Troisième escale parisienne en un peu plus d'un an pour Skunk Anansie. À ce rythme, on pourrait penser que le public – et le groupe - finiraient par se lasser. C'est tout le contraire.

L'Elysée Montmartre, Rock en Seine, aujourd'hui l'Olympia et bientôt le Zénith (sans compter au moins autant de dates en province), le moins qu'on puisse dire c'est que Skunk Anansie aime la France. Sur la route depuis deux ans, d'abord pour promouvoir un best of puis un nouvel album sorti dans la foulée, le quatuor londonien ne ménage pas ses efforts depuis sa reformation pour satisfaire son public. Pris dans l'élan de ces tournées à répétitions, le groupe est d'ailleurs progressivement monté en puissance et culmine désormais à un niveau de synergie jamais atteint (de son propre aveu) ; les résultats sur scène sont spectaculaires. Ayant tiré des leçons des excès qui menèrent une première fois le groupe à la dislocation, les membres de Skunk ont appris à s'économiser entre les concerts : alimentation équilibrée, modération, séances d'exercice, jours de repos et siestes planifiées sont les garants d'une longue série de concerts à l'intensité toujours maximale. Des préceptes également appliqués à la set-list, méticuleusement étudiée pour canaliser les énergies tout au long de la soirée, histoire d'amplifier les effets au moment d'ouvrir les soupapes.

On commencera donc le concert sur un coup de semonce : "Yes, it's fucking political" et son riff parabolique façon Rage Against The Machine. Sur scène, une batterie légèrement surélevée ceinte de deux murs d'amplis, quelques pieds de micro, des musiciens à fond et rien de plus : on est bien à un concert de rock. Le son est gigantesque. Skin, parée de plumes dans sa combinaison en latex et perchée sur d'improbables platform-boots, domine les débats électriques. Sa voix légendaire et vibrante, comme perchée au meilleur hélium de contrebande, convie l'Olympia à l'hystérie. Malgré les dix ans qui les séparent, "Charlie Big Potato" et "Because of You" mettent tout le monde d'accord. Juste après, c'est au tour de "God Only Loves You" (extrait du nouvel album) de convaincre les derniers sceptiques. Les morceaux mythologiques ("Secretly", "I Can Dream"…) s'enchaînent avec les nouveaux ("Over the Love", "The Sweetest Thing", "My Ugly Boy") comme s'ils n'étaient jamais partis. Une fois débarrassée de ses épaulettes emplumées et de ses bottes de l'espace (discrètement replacées par des baskets noires – beaucoup plus indiquées pour ses acrobaties habituelles), Skin passe enfin la seconde et commence son numéro d'équilibriste, d'abord sur les retours, puis le rail de sécurité, pour finir plus tard debout sur les épaules d'un fan, en plein milieu de la fosse, sous les ovations d'un public chauffé à blanc.

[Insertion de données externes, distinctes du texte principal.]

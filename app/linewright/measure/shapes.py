"""Line profiles of unit height with analytic derivatives.

Parameters of a component are (a, c, ln s, extra): height, centre, logarithm of the
Gaussian's sigma, and for
    gaussian    nothing;
    voigt       ln g, g the Lorentzian's half width at half maximum: Re w(z) / Re w(i g / (s sqrt 2)),
                z = (x - c + i g) / (s sqrt 2), w the Faddeeva function, w' = 2i/sqrt(pi) - 2 z w;
    rotational  ln v, v the half width of the rotation profile with linear limb darkening 0.6
                (Gray, Observation and Analysis of Stellar Photospheres, eq. 18.14), as a sum
                of Gaussians over its quadrature nodes;
    core-wings  ln g, a Lorentzian of half width g under the Gaussian, half the height each.
"""

from __future__ import annotations

import numpy as np

LIMB = 0.6
EXTRA = {"gaussian": 0, "voigt": 1, "rotational": 1, "core-wings": 1}


def profile(kind: str, x, params):
    """(values (p,), derivatives (p, k)) of one component at x (p,); params (k,), k 3 or 4."""
    return _SHAPES[kind](np.asarray(x, dtype=float), params)


def _gaussian(x, params):
    a, c, s = params[0], params[1], np.exp(params[2])
    u = (x - c) / s
    shape = np.exp(-0.5 * u * u)
    return a * shape, np.stack([shape, a * shape * u / s, a * shape * u * u], axis=1)


def _voigt(x, params):
    from scipy.special import wofz

    a, c, s, g = params[0], params[1], np.exp(params[2]), np.exp(params[3])
    root = s * np.sqrt(2.0)
    z, z0 = (x - c + 1j * g) / root, 1j * g / root
    w, w0 = wofz(z), wofz(z0)
    slope, slope0 = (2j / np.sqrt(np.pi) - 2.0 * v * f for v, f in ((z, w), (z0, w0)))
    top = w0.real
    shape = w.real / top

    def moved(dz, dz0):
        return a * ((slope * dz).real - shape * (slope0 * dz0).real) / top

    return a * shape, np.stack([
        shape, moved(-1.0 / root, 0.0), moved(-z, -z0), moved(1j * g / root, 1j * g / root),
    ], axis=1)


def _rotational(x, params):
    a, c, s, v = params[0], params[1], np.exp(params[2]), np.exp(params[3])
    count = 24 * 2 ** int(np.clip(np.ceil(np.log2(max(4 * v / s, 1.0) / 24)), 0, 5))
    angle = (np.arange(count) + 0.5) * np.pi / count  # Chebyshev nodes: the profile ends steeply
    t, width = np.cos(angle), np.sin(angle)
    weight = (2 * (1 - LIMB) * width + 0.5 * np.pi * LIMB * width**2) * width
    u = (x[:, None] - c - v * t) / s
    part = weight * np.exp(-0.5 * u * u)
    centre = weight * np.exp(-0.5 * (v * t / s) ** 2)
    top = centre.sum()
    shape = part.sum(axis=1) / top
    rows = (part * u).sum(axis=1) / (s * top), (part * u * u).sum(axis=1) / top
    wide = (part * u * v * t).sum(axis=1) / (s * top)
    q = (v * t / s) ** 2
    return a * shape, np.stack([
        shape, a * rows[0], a * (rows[1] - shape * (centre * q).sum() / top),
        a * (wide + shape * (centre * q).sum() / top),
    ], axis=1)


def _core_wings(x, params):
    a, c, g = params[0], params[1], np.exp(params[3])
    core, core_slopes = _gaussian(x, params[:3])
    u = (x - c) / g
    wing = 1.0 / (1.0 + u * u)
    pull = 2.0 * u * wing**2
    slopes = np.c_[0.5 * core_slopes, 0.5 * a * pull * u]
    slopes[:, 0] += 0.5 * wing
    slopes[:, 1] += 0.5 * a * pull / g
    return 0.5 * core + 0.5 * a * wing, slopes


_SHAPES = {
    "gaussian": _gaussian, "voigt": _voigt, "rotational": _rotational, "core-wings": _core_wings,
}


def width_and_area(kind: str, params) -> tuple[float, float]:
    """(FWHM, area per unit height) of one component, Angstrom, read off the profile."""
    s = float(np.exp(params[2]))
    if kind == "gaussian":
        return 2.3548200450309493 * s, float(np.sqrt(2.0 * np.pi)) * s
    half = 3.0 * s + (0.0 if EXTRA[kind] == 0 else 3.0 * np.exp(params[3]))
    reach = half * (1.0 if kind in ("gaussian", "rotational") else 60.0)
    x = np.r_[0.0, np.geomspace(1e-3 * s, 3.0 * reach, 4000)]
    y = profile(kind, x, np.r_[1.0, 0.0, params[2:]])[0]
    fwhm = 2.0 * float(np.interp(-0.5, -y, x))
    area = 2.0 * float(np.sum(0.5 * (y[1:] + y[:-1]) * np.diff(x)))
    if kind in ("voigt", "core-wings"):
        area += 2.0 * float(y[-1] * x[-1])  # the Lorentzian's tail: y falls as 1/x^2
    return fwhm, area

Arrivés à mi-chemin, les Anglais rétrogradent et mettent pour un temps une sourdine à leur furie : "Weak", "Brazen (Weep)" (enfin de retour dans la setlist après une période de friche, quoiqu'un peu timide sur le refrain) et "My Love Will Fall" calment un peu les esprits. Alors que l'ambiance menace de sérieusement retomber, la basse discoïde de "Twisted" tranche à temps dans la guimauve et annonce le crescendo rock qui nous amènera jusqu'au rappel en un même hurlement : "Feeling the Itch", "On my hotel T.V.", "Tear the Place Up" et "The Skank Heads" assènent tour à tour leurs riffs toujours plus lourds, mettant aussi bien en péril les cervicales du spectateur que sa santé mentale. Et alors qu'ils feignent une première fois de quitter la scène, les musiciens seront raccompagnés par une standing ovation unanime. Le rappel commencera seulement quelques minutes plus tard (encore une marque de respect : ne pas faire durer la farce trop longtemps), sur le très attendu "Hedonism (Just because you feel good)" où là encore, Skin laissera le soin au public de chanter le premier refrain. "You Saved Me" et surtout un "Little Baby Svastika" totalement désaxé complèteront en beauté ce premier rappel… Car avant de se dire au revoir, le groupe reviendra une dernière fois pour nous "renvoyer à la maison avec quelque chose de sympa, de cool et de joli. Comme vous", conclura Skin, un sourire radieux lui bouffant tout le visage. Nous partirons donc avec une sublime version acoustique de "You'll Follow Me Down" collée aux oreilles…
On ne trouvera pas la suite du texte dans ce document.